The Breach! It quaked in the yawning evening sky, rolling with turbulent clouds and thunder groaning as the lightning flashed between it all. Solas leaned into the windowsill with me, eyeing the sky beyond us.
"I told myself: one more attempt to seal the rifts." He raised the window open, the once dry, warm desert air had turned dank with the smell of rain and the threat of a storm. "I tried and failed. No ordinary magic would affect them." He folded his arms over the sill and stared out as if he had done it a thousand times before. My gaze refused to leave his profile, wondering at the magnitude of his story.
I was almost alone.
I would have had to do it all by myself.
"I watched the rifts expand and grow, resigned myself to flee, and then…" You, his gaze said to me, turning to catch mine and the chill of the rain still so far off caught me in my throat, bolting me to my place.

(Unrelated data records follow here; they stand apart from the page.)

def lower_bound_program_axisym(case: Case, mesh: Mesh) -> ConicProgram:
    """Assemble the axisymmetric lower-bound program (vectorised; one COO assembly)."""
    if mesh.order != 1 or not mesh.domain.axisymmetric:
        raise ValueError("the axisymmetric lower bound needs a first-order mesh of the meridian half-plane")
    n_el = mesh.n_elements
    mat = material_arrays(case)
    smooth = case.footing.base == "smooth"
    state = control_state_map(case, mesh)
    rc, radius = state["rc"], state["radius"]
    slot = np.arange(24 * n_el).reshape(n_el, 6, 4)  # stress slot of (element, control point, stress)
    far = _far_field(case, mesh, state, slot)
    S, s0, n_var = far["S"], far["s0"], far["n_var"]
    eq, cone, nonneg = _Rows(), _Rows(), _Rows()

    # 1. Equilibrium: dT/dr + dS_z/dz = gamma r at the three corners (a linear identity),
    #    rows over the variables, times the triangle's size L = sqrt(2 area), over r_c.
    L = np.sqrt(2.0 * mesh.areas())
    gamma = mat["gamma"][mesh.layer]
    grad = mesh.shape_gradients()
    direct = []
    for i in range(3):
        r = eq.block(n_el, gamma * radius[:, i] * L / rc)
        for k in range(3):
            first = 21 * np.arange(n_el) + 3 * ALPHA[i, k]
            direct += [(r, first + TRZ, 2.0 * L * grad[:, k, 0]), (r, first + SZ, 2.0 * L * grad[:, k, 1])]
    # ... and the hoop stress at the corners: sigma_theta_i = (dS_r/dr + dT/dz)(corner i), times L / r_c
    coefficients = 21 * np.arange(n_el)[:, None] + np.arange(18)
    for i in range(3):
        r = eq.block(n_el)
        direct += [(np.broadcast_to(r[:, None], coefficients.shape), coefficients, -L[:, None] * state["hoop"][:, i]),
                   (r, 21 * np.arange(n_el) + 18 + i, L / rc)]

    # 2. S = 0 at every control point on the axis.
    axis_slots = slot[:, :, :3][radius == 0.0]  # (n, 3): S_r, S_z, T
    eq.add(eq.block(axis_slots.size), axis_slots.ravel(), 1.0)

    # 3. Traction continuity across every interior edge: its three Bernstein coefficients
    #    (rows in S / r at the control points; on the axis both sides are 0 already).
    e1, k1, e2, k2 = mesh.interior_edges()
    normal, _ = snapped_normals(mesh, e1, k1)
    redundant = _straight_boundary_ends(mesh, e1, k1) + [np.full(len(e1), -1)]
    # where both sides have no strength (phi = 0, c = 0: su rising from 0 at the surface), the
    # yield rows make both states hydrostatic, with no shear traction on any plane: the shear
    # row is implied (measured: one dependent row per such edge end, 63 on a 300-triangle mesh)
    no_strength = (state["strength"] == 0.0) & (mat["phi"][mesh.layer][:, None] == 0.0)
    dropped = []
    for end, (a, b) in enumerate([(k1, (k2 + 1) % 3), ((k1 + 1) % 3, k2), (3 + k1, 3 + k2)]):
        hydrostatic = no_strength[e1, a] & no_strength[e2, b] & (radius[e1, a] > 0.0)
        at = radius[e1, a]
        inverse = np.where(at > 0.0, 1.0 / np.where(at > 0.0, at, 1.0), 0.0)[:, None]
        for which, coefficient in enumerate(traction_coefficients(normal)):
            r = eq.block(len(e1))
            eq.add(r[:, None], slot[e1, a, :3], coefficient * rc[e1, None] * inverse)
            eq.add(r[:, None], slot[e2, b, :3], -coefficient * rc[e2, None] * inverse)
            # at a straight ground node both rows are fixed by the ground's when both states are too
            implied = hydrostatic & ((which == 1) | (redundant[end] >= 0))
            dropped.append(r[(redundant[end] == which) | implied])

    # 4. Boundary tractions, at the edges' three control points: ground (S_z = -q r,
    #    T = 0), smooth footing and the far boundary (T = 0: the far field carries no
    #    shear); all these edges are level or vertical.
    be, bk, kind = mesh.boundary_element, mesh.boundary_local, mesh.boundary_kind
    ground = kind == GROUND
    q_edge = surcharge_on_edges(case, mesh, ground)
    shear_free = ground | ((kind == FOOTING) & smooth) | np.isin(kind, (FAR_SIDE, FAR_BASE))
    ge = be[ground]
    for point in (bk, (bk + 1) % 3, 3 + bk):
        gp = point[ground]
        eq.add(eq.block(len(ge), -q_edge), slot[ge, gp, SZ], rc[ge] / radius[ge, gp])
        eq.add(eq.block(int(shear_free.sum())), slot[be[shear_free], point[shear_free], TRZ], 1.0)

    # 5. Yield at every control point off the axis and at every point of the far field (the
    #    auxiliary t of each point is a slot of its own, mapped to a variable of its own).
    points = radius > 0.0
    phi = np.broadcast_to(mat["phi"][mesh.layer][:, None], (n_el, 6))
    yield_slots = np.concatenate([slot[points], far["yield_slots"]])
    yield_c = np.concatenate([state["strength"][points], far["yield_c"]])
    yield_phi = np.concatenate([phi[points], far["yield_phi"]])
    # On a ground edge with no strength at its three points (su rising from 0 at the surface),
    # sigma_z = -q and the in-plane apex rows fix S_r there, the corners' rows fix the (linear)
    # hoop stress: the midpoint's hoop row repeats them (measured: one dependent row per such edge).
    implied = np.zeros((n_el, 6), dtype=bool)
    ends = no_strength[ge, bk[ground]] & no_strength[ge, (bk[ground] + 1) % 3] & no_strength[ge, 3 + bk[ground]]
    implied[ge[ends], 3 + bk[ground][ends]] = True
    n_aux = mohr_coulomb_rows(eq, nonneg, cone, yield_slots, yield_c, yield_phi, first_aux=S.shape[0],
                              hoop_implied=np.concatenate([implied[points], np.zeros(len(far["yield_c"]), bool)]))
    S = sp.bmat([[S, None], [None, sp.identity(n_aux, format="csr")]]).tocsr()  # each t is a variable
    s0 = np.concatenate([s0, np.zeros(n_aux)])
    n_var += n_aux

    # 6. No tension under the footing: -S_z >= 0 at the footing edges' control points.
    foot = kind == FOOTING
    fe, fk = be[foot], bk[foot]
    on_foot = np.column_stack([fk, (fk + 1) % 3, 3 + fk])
    contact = np.unique(slot[fe[:, None], on_foot, SZ])
    nonneg.add(nonneg.block(len(contact)), contact, 1.0)

    # 7. Map slots to variables, merge repeated rows, drop empty ones.
    n_zero, n_nonneg = eq.count, nonneg.count
    n_rows = n_zero + n_nonneg + cone.count
    rows = eq.rows + [r + n_zero for r in nonneg.rows] + [r + n_zero + n_nonneg for r in cone.rows]
    A_slots = assemble(rows, eq.cols + nonneg.cols + cone.cols, eq.vals + nonneg.vals + cone.vals,
                       n_rows, S.shape[0])
    A_direct = assemble(*[[part[i] for part in direct] for i in range(3)], n_rows, n_var)
    b = np.concatenate(eq.rhs + nonneg.rhs + cone.rhs) - A_slots @ s0
    A = (A_slots @ S + A_direct).tocsr()
    keep = np.ones(n_rows, dtype=bool)
    keep[np.concatenate(dropped)] = False
    A, b, n_zero = A[keep].tocsc(), b[keep], n_zero - int((~keep[:n_zero]).sum())
    A, b, n_zero = drop_repeated_equalities(A, b, n_zero)
    A, b, n_zero = drop_empty_equalities(A, b, n_zero, scale=max(case.overburden_kPa(), 1.0))

    # minimise -Q = 2 pi integral(S_z dr) over the footing: a quadratic's integral is the
    # mean of its Bernstein coefficients times the length
    ra, rb = mesh.points[mesh.triangles[fe[:, None], on_foot[:, :2]], 0].T
    objective_slots = np.zeros(S.shape[0])
    np.add.at(objective_slots, slot[fe[:, None], on_foot, SZ].ravel(),
              np.repeat(2.0 * np.pi * rc[fe] * np.abs(rb - ra) / 3.0, 3))
    return ConicProgram(c=np.asarray(S.T @ objective_slots).ravel(), A=A, b=b, n_zero=n_zero,
                        n_nonneg=n_nonneg, n_soc=cone.count // 3,
                        objective_constant=float(objective_slots @ s0), kind="lower",
                        layout={"S": S, "s0": s0, "slot": slot, "yield_slots": yield_slots,
                                "yield_c": yield_c, "yield_phi": yield_phi, "axisymmetric": True})
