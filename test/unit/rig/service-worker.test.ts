/**
 * The rig page's service worker (public/rig-sw.js) run in a plain JavaScript context with stand-ins
 * for the worker globals: its cache is named by the build in its URL, and when a new build's worker
 * activates it deletes the rig shell caches of other builds (and nothing else), takes over the open
 * pages, and never touches IndexedDB, where the tablet's outbox lives.
 */
import { readFileSync } from 'node:fs';
import path from 'node:path';
import vm from 'node:vm';
import { describe, expect, it } from 'vitest';

const source = readFileSync(path.join('public', 'rig-sw.js'), 'utf8');

type Handler = (event: unknown) => void;

function loadWorker(scriptUrl: string, cacheNames: string[]) {
  const handlers = new Map<string, Handler>();
  const stores = new Map<string, Map<string, unknown>>(cacheNames.map((n) => [n, new Map()]));
  const log: string[] = [];
  const touched: string[] = [];
  const caches = {
    keys: async () => [...stores.keys()],
    delete: async (name: string) => {
      log.push(`delete ${name}`);
      return stores.delete(name);
    },
    open: async (name: string) => {
      if (!stores.has(name)) stores.set(name, new Map());
      const store = stores.get(name)!;
      return { match: async (k: string) => store.get(String(k)), put: async (k: string, v: unknown) => void store.set(String(k), v) };
    },
  };
  const self = {
    location: new URL(scriptUrl),
    addEventListener: (type: string, h: Handler) => handlers.set(type, h),
    skipWaiting: () => log.push('skipWaiting'),
    clients: { claim: async () => void log.push('claim') },
  };
  // Any use of IndexedDB would be recorded here.
  const indexedDB = new Proxy({}, { get: (_t, p) => (touched.push(String(p)), undefined) });
  vm.runInNewContext(source, { self, caches, indexedDB, URL, Response, fetch: async () => new Response('x') });
  async function fire(type: string, event: Record<string, unknown> = {}) {
    let pending: Promise<unknown> = Promise.resolve();
    handlers.get(type)!({ ...event, waitUntil: (p: Promise<unknown>) => (pending = p) });
    await pending;
  }
  return { fire, stores, log, touched, handlers };
}

describe('rig service worker', () => {
  it('installs at once, and on activation deletes the shell caches of other builds only, then takes over the pages', async () => {
    const w = loadWorker('https://rig.example/rig-sw.js?build=b2', ['saltus-rig-shell-b1', 'saltus-rig-shell-v1', 'saltus-rig-shell-b2', 'someone-else']);
    await w.fire('install');
    await w.fire('activate');
    expect(w.log).toEqual(['skipWaiting', 'delete saltus-rig-shell-b1', 'delete saltus-rig-shell-v1', 'claim']);
    expect([...w.stores.keys()].sort()).toEqual(['saltus-rig-shell-b2', 'someone-else']);
    expect(w.touched).toEqual([]);
  });

  it('names its cache by the build in its URL (unsafe characters dropped; dev without one)', async () => {
    const w = loadWorker('https://rig.example/rig-sw.js?build=a%2Fb%20c', []);
    await w.fire('message', { data: { type: 'cache', urls: [] }, source: null });
    expect([...w.stores.keys()]).toEqual(['saltus-rig-shell-abc']);
    const dev = loadWorker('https://rig.example/rig-sw.js', []);
    await dev.fire('message', { data: { type: 'cache', urls: [] }, source: null });
    expect([...dev.stores.keys()]).toEqual(['saltus-rig-shell-dev']);
  });

  it('leaves non-GET requests (log entries) to the network', () => {
    const w = loadWorker('https://rig.example/rig-sw.js?build=b2', []);
    let answered = false;
    w.handlers.get('fetch')!({ request: { method: 'POST', url: 'https://rig.example/api/v1/campaigns/c/trials/log' }, respondWith: () => (answered = true) });
    expect(answered).toBe(false);
  });
});
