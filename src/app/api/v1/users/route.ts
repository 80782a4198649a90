import { route } from '@/server/api/http';
import { createUserHandler, listUsersHandler } from '@/server/api/accounts';

export const runtime = 'nodejs';
export const dynamic = 'force-dynamic';
export const GET = route(listUsersHandler);
export const POST = route(createUserHandler);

"It seems you hold the key to our salvation. At the cost of your own soul being cast into the depths of damnation." He stood straight and leaned against the wall, waiting until I stood away from the window, half a smirk on his face. "You had sealed it with a gesture… and right then, I felt the whole world change."
"I'm glad you decided to stay." The words were thick against my tongue, fear and nausea swirled in my stomach and yanked at my lungs to try and overthrow them. I only had as much knowledge on the Fade and the Mark as I did, only understood it for what it was, and the danger it could have been, would have been, will be because he was there to teach me.
"As am I." He smiled at me, arms crossed against his chest. "You have fractured rules of man and nature, and you will shatter more before you are done." He shook his head and brought his hands up, reaching out to hold my face as he had once done in my healing tent all those weeks ago. His palms were cold against my face, his fingers over the valleys of my ears.
"Visiting me here, without magic or any connection to the Fade… it should not have been so easy for you." He murmured, holding my face like porcelain.
"What do you mean?" I asked quietly.
"How do you think you got here?" He asked just as quietly, a mischievous tilt to his words. I frowned and looked around us as best I could with my face in his hands. Slowly, the walls of my room began to fade away, the photos falling from their place and fluttering around us.
"This isn't real." I murmured, glancing back at him. He chuckled, patting his palms against my cheeks.
"That's a matter of debate… probably best discussed after you wake up."